Bug 1260194

Summary: Reproducible LVM errors on a few systems when .cache file contains a device that is no longer on the system
Product: Red Hat Enterprise Linux 6 Reporter: Alex Wang <alex.wang>
Component: lvm2Assignee: Peter Rajnoha <prajnoha>
lvm2 sub component: Devices, Filtering and Stacking (RHEL6) QA Contact: cluster-qe <cluster-qe>
Status: CLOSED ERRATA Docs Contact:
Severity: high    
Priority: high CC: agk, cmarthal, heinzm, jbrassow, jsvarova, msnitzer, prajnoha, prockai, rbednar, tlavigne, zkabelac
Version: 6.6Keywords: ZStream
Target Milestone: pre-dev-freeze   
Target Release: 6.8   
Hardware: All   
OS: Linux   
Whiteboard:
Fixed In Version: lvm2-2.02.140-1.el6 Doc Type: Bug Fix
Doc Text:
When the /etc/lvm/cache/.cache file contained an entry that did not exist, the code processed an uninitialized structure which led to unreliable behavior. As a consequence, an error message referencing an undefined (major, minor) pair was returned.
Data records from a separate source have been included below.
class Sender:
    """The way from the store to the door.

    Args:
        key: Gives the station's key as it is now.
        send_every_s: Pause while nothing waits.
        told: Gives what the door is told of the client itself: every half minute, and at once when a source falls mute.
    """

    def __init__(self, store: Store, door: Door, key: Callable[[], str], send_every_s: float, seed: int | None = None,
                 told: Callable[[], dict[str, Any] | None] = lambda: None) -> None:
        self.store, self.door, self.key, self.send_every_s = store, door, key, send_every_s
        self.tally = Tally()
        self.told = told
        self._told_s = float("-inf")
        self._told_mute: tuple[str, ...] = ()
        self.most = MOST_READINGS
        self._random = random.Random(seed)
        self._failures = 0
        self._held: dict[tuple[str, int], tuple[float, int]] = {}
        self._heard_s = time.monotonic()
        self._said: dict[str, tuple[str, float]] = {}
        self._refused_key = ""
        self._refused_until_s = 0.0

    def run(self, stop: threading.Event) -> None:
        """Send until told to stop."""
        while not stop.is_set():
            stop.wait(self.turn())
        self.door.close()

    def finish(self) -> None:
        """Send what came last, where the door takes it without trouble."""
        until_s = time.monotonic() + _FINISH_WITHIN_S
        while self.store.waiting and not self.tally.trouble and time.monotonic() < until_s:
            self.turn()
        self.door.close()

    def turn(self) -> float:
        """One attempt; seconds to wait before the next."""
        now_s = time.monotonic()
        held = [form for form, (until_s, _) in self._held.items() if now_s < until_s]
        batch = self.store.next_batch(self.most, held)
        news = self._news(now_s)
        if batch is None and news is None and now_s - self._heard_s < HEARTBEAT_S:
            return self.send_every_s
        boot, columns = (self.store.boot, []) if batch is None else (batch.boot, batch.columns)
        try:
            key = self.key()
            if key == self._refused_key and now_s < self._refused_until_s:
                return self.send_every_s
            content, headers = packed(message(boot, columns, news))
            answer = self.door.post(content, headers, key)
        except SettingsFault as fault:
            return self._back_off(str(fault))
        except DoorAway as away:
            return self._back_off(str(away))
        if answer.status == 200:
            if news is not None:
                self._told_s, self._told_mute = now_s, tuple(news["mute"])
            return self._heed(answer, batch)
        return self._refused(answer, batch, key, now_s)

    def _news(self, now_s: float) -> dict[str, Any] | None:
        """What is to be told of the client now; None where the door knows it."""
        news = self.told()
        if news is None or (now_s - self._told_s < HEARTBEAT_S and tuple(news["mute"]) == self._told_mute):
            return None
        return news

    def _heed(self, answer: DoorAnswer, batch: Batch | None) -> float:
        """Forget what is acknowledged."""
        if batch is not None:
            try:
                left = self.store.forget(batch, accepted_ranges(answer.said, batch.boot))
            except AnswerFault as fault:
                return self._back_off(f"{fault}; is this labmon's address?")
            self._count(answer, batch)
            for part in batch.columns:
                self._held.pop((self.store.name_of(batch.spool), part.form), None)
            if left:
                return self._back_off(f"{left} of {len(batch)} readings were not acknowledged; they stay")
        if self._failures:
            log.warning("the door takes readings again; %d wait", self.store.waiting)
        self._failures, self._refused_key, self.tally.trouble = 0, "", ""
        self._said.pop("trouble", None)
        self._heard_s = self.tally.answered_s = time.monotonic()
        if batch is None or len(batch) < self.most // 2:
            self.most = min(MOST_READINGS, self.most * 2)
        return 0.0 if batch is not None and batch.has_more else self.send_every_s

    def _count(self, answer: DoorAnswer, batch: Batch) -> None:
        self.tally.stored += answer.said.get("stored", 0)
        self.tally.known += answer.said.get("known", 0)
        aside = answer.said.get("set_aside") or []
        self.tally.set_aside += len(aside)
        if aside:
            first = aside[0]
            self._say("aside", f"the door set {len(aside)} of {len(batch)} readings aside: tap {first.get('tap')}, "
                      f"{first.get('field')}: {first.get('why')}; {first.get('do')}")

    def _refused(self, answer: DoorAnswer, batch: Batch | None, key: str, now_s: float) -> float:
        if answer.status in (429, 503):
            return self._back_off(answer.words, answer.retry_after_s)
        if answer.status in (401, 403):
            self._refused_key, self._refused_until_s = key, now_s + NO_ENTRY_WAIT_S * self._random.uniform(0.8, 1.2)
            return self._back_off(f"the key is refused ({answer.words}); readings are kept. Put the station's current key into "
                                  "the key file")
        if answer.status == 413 and batch is not None and self.most > 1:
            self.most = max(1, min(self.most, len(batch)) // 2)
            return 0.0
        if answer.status == 400 and batch is not None and self._hold(answer, batch, now_s):
            return 0.0
        return self._back_off(f"the door refuses the readings with status {answer.status} ({answer.words}); they are kept")

    def _hold(self, answer: DoorAnswer, batch: Batch, now_s: float) -> bool:
        """Where a 400 names a tap, leave that tap's readings of this form for a while, so that the others can go."""
        _, _, rest = answer.field.partition("taps.")
        for part in batch.columns:
            if rest.split(".")[0] == part.tap:
                form = self.store.name_of(batch.spool), part.form
                times = self._held.get(form, (0.0, 0))[1]
                self._held[form] = now_s + min(900.0, 60.0 * 2**times) * self._random.uniform(0.8, 1.2), times + 1
                log.error("tap %s: its readings are refused (%s). They are kept and tried again later; a person must look",
                          part.tap, answer.words)
                return True
        return False

    def _back_off(self, why: str, at_least_s: float = 0.0) -> float:
        """Longer and longer, each time with a different share of chance, so that a lab's stations do not come all at once."""
        self._failures += 1
        self.tally.trouble = why
        self._say("trouble", why)
        wait_s = min(LONGEST_WAIT_S, 2.0 ** min(self._failures - 1, 10)) * self._random.uniform(0.5, 1.0)
        return wait_s + at_least_s

    def _say(self, kind: str, words: str) -> None:
        """In the log when it is new, and every ten minutes."""
        said, said_s = self._said.get(kind, ("", 0.0))
        if words != said or time.monotonic() - said_s > _SAY_AGAIN_S:
            self._said[kind] = words, time.monotonic()
            log.error("%s (%d readings wait)", words, self.store.waiting)
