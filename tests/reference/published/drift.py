"""Drift, Allan deviations, random walks and mergeable statistics.

Each case calls a public function with the published inputs of `tests/reference/*.json`.
"""

from collections.abc import Callable
from typing import Any

import numpy as np

from analysis.drift import brownian
from analysis.drift.allan_confidence import Noise, deviation_interval, edf
from analysis.drift.allan_curve import modified_allan_deviation, overlapping_allan_deviation, time_deviation
from analysis.drift.diffusion import diffusion_from_angles
from analysis.drift.displacement import CEILING_RAD2, displacement
from analysis.drift.sphere import MeanDirection, direction_sums, fisher_angle_rad, fisher_concentration, mean_direction
from analysis.drift.summary import merged, summary_of
from tests.reference.aligned import aligned
from tests.reference.lcg import lcg_1000, lcg_values
from tests.reference.published.case import Case, Origin
from tests.reference.values import reference

_SP1065 = "W. J. Riley, NIST SP 1065 (2008), sec. 12.4, pp. 107–108, as quoted in allantools' tests"
_FISHER = "R. A. Fisher, Proc. R. Soc. A 217, 295 (1953); example of an open palaeomagnetism library's documentation"
_STRD = "NIST Statistical Reference Datasets, certified value, set "
_CZEGLEDI = "C. B. Czegledi et al., Sci. Rep. 6, 21217 (2016), model; correlation derived"
_PERRIN = "Perrin (1928), Roberts & Ursell (1960); checked by finite volumes and simulation"


def _data(name: str) -> np.ndarray:
    return np.array(reference(name)["inputs"]["y"], float) if "nbs9" in name else lcg_1000()


def _aligned(name: str, m: int) -> float:
    level = _data(name)
    level = level[: len(level) // m * m]
    return aligned(np.arange(len(level)) * 1_000_000, level, m)[0]


def _allan_cases() -> list[Case]:
    kinds: dict[str, tuple[str, str, Callable[[str, int], float]]] = {
        "adev": ("Allan deviation, aligned means", "F-19", _aligned),
        "oadev": ("Allan deviation, overlapping", "F-50",
                  lambda name, m: overlapping_allan_deviation(_data(name), 1.0, np.array([m])).deviation[0]),
        "tdev": ("time deviation", "F-52", lambda name, m: time_deviation(_data(name), 1.0, np.array([m])).deviation[0]),
    }
    cases = []
    for kind, (words, formula, compute) in kinds.items():
        for data in ("nbs9", "lcg1000"):
            row = reference(f"T04-{data}-{kind}")
            for m, published in zip(row["inputs"]["m"], row["expected"], strict=True):
                cases.append(_case(f"{row['id']}-{m}", f"{words}, {len(_data(row['id']))}-point set, m = {m}", published, "",
                                   row["tolerance"]["value"] * published, formula, _SP1065, Origin.QUOTED,
                                   lambda compute=compute, name=row["id"], m=m: compute(name, m)))
    return cases


def _allantools_cases() -> list[Case]:
    def ratio(ours: Callable[..., Any], theirs: str) -> float:
        """Largest ratio of ours to theirs, or its inverse, over octaves of a random walk of 4096 points."""
        import allantools

        level = np.cumsum(np.random.default_rng(1).standard_normal(4096))
        taus = 2.0 ** np.arange(10)
        expected = getattr(allantools, theirs)(level, rate=1.0, data_type="freq", taus=taus)[1]
        found = ours(level, 1.0, taus.astype(np.int64)).deviation / expected
        return float(np.max(np.maximum(found, 1.0 / found)))

    pairs = ((overlapping_allan_deviation, "oadev", "F-50"), (modified_allan_deviation, "mdev", "F-51"),
             (time_deviation, "tdev", "F-52"))
    return [_case(f"allantools-{theirs}", f"{theirs} of a random walk, 4096 points, m = 1 … 512: worst ratio to the library's",
                  1.0, "", 1e-9, formula, "allantools 2024.6", Origin.LIBRARY,
                  lambda ours=ours, theirs=theirs: ratio(ours, theirs)) for ours, theirs, formula in pairs]


def _confidence_cases() -> list[Case]:
    simple = reference("T04-edfs-white-1000-10")
    interval = reference("T04-ci-01")
    x = interval["inputs"]
    cases = [_case(simple["id"], "degrees of freedom, white noise, 1000 readings, m = 10 (published: simple approximation)",
                   simple["expected"], "", 0.02 * simple["expected"], "F-53", "NIST SP 1065 (2008), simple form, by allantools",
                   Origin.QUOTED, lambda: edf(Noise.WHITE, 981, 10))]
    for place, word in enumerate(("lower", "upper")):
        cases.append(_case(f"T04-ci-01-{word}", f"{word} 95 % bound of an Allan deviation of {x['adev']}",
                           interval["expected"][place], "", 1e-6, "F-54", "allantools 2024.6, scipy 1.17", Origin.LIBRARY,
                           lambda place=place: deviation_interval(x["adev"], x["edf"], x["confidence"])[place]))
    return cases


def _fisher_cases() -> list[Case]:
    parts: dict[str, tuple[str, str, Callable[[MeanDirection], float]]] = {
        "R": ("resultant", "", lambda found: found.resultant),
        "k": ("concentration k", "", lambda found: found.concentration),
        "a95": ("cone of 95 %", "°", lambda found: np.degrees(found.cone_rad)),
    }
    cases = []
    for letter in "ABC":
        row = reference(f"T04-fisher-{letter}")
        for key, (words, unit, part) in parts.items():
            cases.append(_case(f"{row['id']}-{key}", f"{words}, example {letter}", row["expected"][key], unit,
                               1e-8 * row["expected"][key], "F-45, F-46, F-47", _FISHER, Origin.READ,
                               lambda row=row, part=part: part(_directions(row["inputs"]["lon_lat_deg"]))))
    ml = reference("T04-kappa-ml-C")
    cases.append(_case(ml["id"], "most likely concentration, example C", ml["expected"], "", 1e-6, "F-46",
                       "scipy.stats.vonmises_fisher.fit", Origin.LIBRARY,
                       lambda: fisher_concentration(ml["inputs"]["R"] / ml["inputs"]["n"])))
    row = reference("T04-fishq-10")
    cases.append(_case(row["id"], "angle that holds 95 %, concentration 10", row["expected"][2], "°", 1e-6, "F-46",
                       "numerical integration with scipy", Origin.LIBRARY, lambda: np.degrees(fisher_angle_rad(10.0, 0.95))))
    return cases


def _directions(pairs_deg: list[list[float]]) -> MeanDirection:
    longitude, latitude = np.radians(np.array(pairs_deg, float)).T
    sop = np.stack([np.cos(latitude) * np.cos(longitude), np.cos(latitude) * np.sin(longitude), np.sin(latitude)], axis=1)
    return mean_direction(direction_sums(sop))


def _astropy_separation() -> float:
    from astropy.coordinates import angular_separation

    angles = np.array([[0.3, 0.2], [0.3 + 1e-6, 0.2 - 2e-6]])
    sop = np.stack([np.cos(angles[:, 1]) * np.cos(angles[:, 0]), np.cos(angles[:, 1]) * np.sin(angles[:, 0]),
                    np.sin(angles[:, 1])], axis=1)
    ours = np.sqrt(displacement(sop, 1.0, np.array([1])).mean_square_rad2[0])
    return float(ours / angular_separation(*angles[0], *angles[1]))


def _walk_cases() -> list[Case]:
    cases = [_case("astropy-separation", "angle of a step of 2.2 µrad, ratio to the library's", 1.0, "", 1e-8, "F-57",
                   "astropy 8.0, angular_separation", Origin.LIBRARY, _astropy_separation)]
    for lag in (10, 100):
        row = reference(f"T05-acf-lag-{lag}")
        x = row["inputs"]
        cases.append(_case(row["id"], f"Stokes autocorrelation, linewidth 1 µHz, {lag} steps of 60 s", row["expected"], "", 1e-6,
                           "F-60", _CZEGLEDI, Origin.MEMORY, lambda x=x: brownian.stokes_step_correlation(
                               2 * np.pi * x["dp_Hz"] * x["T_s"]) ** x["lag"]))
    for t in (1, 10, 50, 100):
        row = reference(f"T05-bm-{t}")
        x = row["inputs"]["D"], row["inputs"]["t"]
        cases.append(_case(f"{row['id']}-square", f"mean squared angle, D = 0.01 rad²/s, t = {t} s", row["expected"]["E_angle2"],
                           "rad²", 1e-6, "F-59", _PERRIN, Origin.MEMORY, lambda x=x: brownian.mean_square_angle_rad2(*x)))
        cases.append(_case(f"{row['id']}-cosine", f"mean cosine, D = 0.01 rad²/s, t = {t} s", row["expected"]["E_cos"], "", 1e-6,
                           "F-59", _PERRIN, Origin.MEMORY, lambda x=x: brownian.mean_cosine(*x)))
    msad, steps = reference("T04-msad-small"), reference("T05-D-est")
    cases.append(_case("T04-msad-small-2", "mean squared displacement of five states, lag 2", msad["expected"][1], "rad²", 1e-9,
                       "F-57", "definition, by arc cosine", Origin.LIBRARY,
                       lambda: displacement(np.array(msad["inputs"]["s"], float), 1.0, np.array([2])).mean_square_rad2[0]))
    cases.append(_case(steps["id"], "D of four steps", steps["expected"], "rad²/s", 1e-15, "F-61", "by hand", Origin.MEMORY,
                       lambda: diffusion_from_angles(np.array(steps["inputs"]["steps_rad"]), 1.0).diffusion))
    cases.append(_case("T04-uniform-sphere", "mean squared angle of unrelated states", 2.9348022005, "rad²", 1e-9, "F-57",
                       "quadrature", Origin.LIBRARY, lambda: CEILING_RAD2))
    return cases


def _merge_cases() -> list[Case]:
    cases = []
    for data in ("Michelso", "Mavro", "Lew", "NumAcc1"):
        row = reference(f"T11-strd-{data}")
        values = np.array(row["inputs"]["data"], float)
        for key, words in (("mean", "mean"), ("sd", "standard deviation")):
            cases.append(_case(f"{row['id']}-{key}", f"{words} of {data}, merged from parts of 17", row["expected"][key], "",
                               1e-11 * max(1.0, abs(row["expected"]["mean"])), "F-17, F-66", _STRD + data, Origin.READ,
                               lambda values=values, key=key: getattr(
                                   merged(*(summary_of(values[k : k + 17]) for k in range(0, len(values), 17))), key)))
    row = reference("T11-dd-merge")
    for share, published in zip((0.01, 0.5, 0.99), row["expected"], strict=True):
        cases.append(_case(f"T11-dd-merge-{share}", f"quantile {share:g} of 20 000 values, sketch of 1 % merged from two parts",
                           published, "", 0.01 * published, "F-67", "sorted values (exact quantile)", Origin.LIBRARY,
                           lambda share=share: _merged_quantile(share)))
    return cases


def _merged_quantile(share: float) -> float:
    data = np.exp(3.0 * (lcg_values(20001)[1:] - 0.5))
    return float(merged(summary_of(data[:9000]), summary_of(data[9000:])).quantiles(np.array(share)))


def _case(name: str, quantity: str, published: float, unit: str, tolerance: float, formula: str, source: str, origin: Origin,
          compute: Callable[[], Any]) -> Case:
    return Case(name=name, quantity=quantity, published=published, unit=unit, tolerance=tolerance, formula=formula,
                source=source, origin=origin, compute=lambda: float(compute()))


CASES: list[Case] = [*_allan_cases(), *_allantools_cases(), *_confidence_cases(), *_fisher_cases(), *_walk_cases(),
                     *_merge_cases()]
With this update, non-existent devices are handled correctly while processing the .cache file, and the aforementioned error message is no longer generated.
Story Points: ---
Clone Of:
: 1261070 1261071 (view as bug list) Environment:
Last Closed: 2016-05-11 01:18:12 UTC Type: Bug
Regression: --- Mount Type: ---
Documentation: --- CRM:
Verified Versions: Category: ---
oVirt Team: --- RHEL 7.3 requirements from Atomic Host:
Cloudforms Team: --- Target Upstream Version:
Embargoed:
Bug Depends On:    
Bug Blocks: 1261070, 1261071, 1268411    

Description Alex Wang 2015-09-04 17:18:02 UTC
Created attachment 1070364 [details]
Verbose console output of vgchange from rc.sysinit

Description of problem:

After installation of lvm2 package lvm2-libs-2.02.118-3.el6_7.2.s390x the following errors shows up during boot on console:

Setting up Logical Volume Management:   /dev/VolGroup00/TmpVol00: stat failed: N
o such file or directory""                                                      
  Path /dev/VolGroup00/TmpVol00 no longer valid for device(0,1)""               

[Continues..]

In customer's case, package was installed during system update using YUM.  Customer downgraded the following packages and the error messages disappears

lvm2-2.02.118-3.el6_7.2.s390x
device-mapper-1.02.95-3.el6_7.2.s390x
lvm2-libs-2.02.118-3.el6_7.2.s390x
device-mapper-persistent-data-0.3.2-1.el6.s390x
device-mapper-libs-1.02.95-3.el6_7.2.s390x
device-mapper-event-1.02.95-3.el6_7.2.s390x
kpartx-0.4.9-87.el6.s390x
device-mapper-multipath-0.4.9-87.el6.s390x
device-mapper-event-libs-1.02.95-3.el6_7.2.s390x
device-mapper-multipath-libs-0.4.9-87.el6.s390x

Version-Release number of selected component (if applicable):

lvm2-libs-2.02.118-3.el6_7.2.s390x

How reproducible:

Everytime

Steps to Reproduce:
1. Run yum update to updated lvm2 package
2. Reboot server
3. 

Actual results:

Large amount of stat failed error

Expected results:

No errors should be displayed

Comment 3 Alasdair Kergon 2015-09-04 23:58:07 UTC
When the .cache file contains an entry that no longer exists, the code reads an uninitialised structure which leads to unreliable behaviour and the message with undefined major and minor numbers like "(0,1)".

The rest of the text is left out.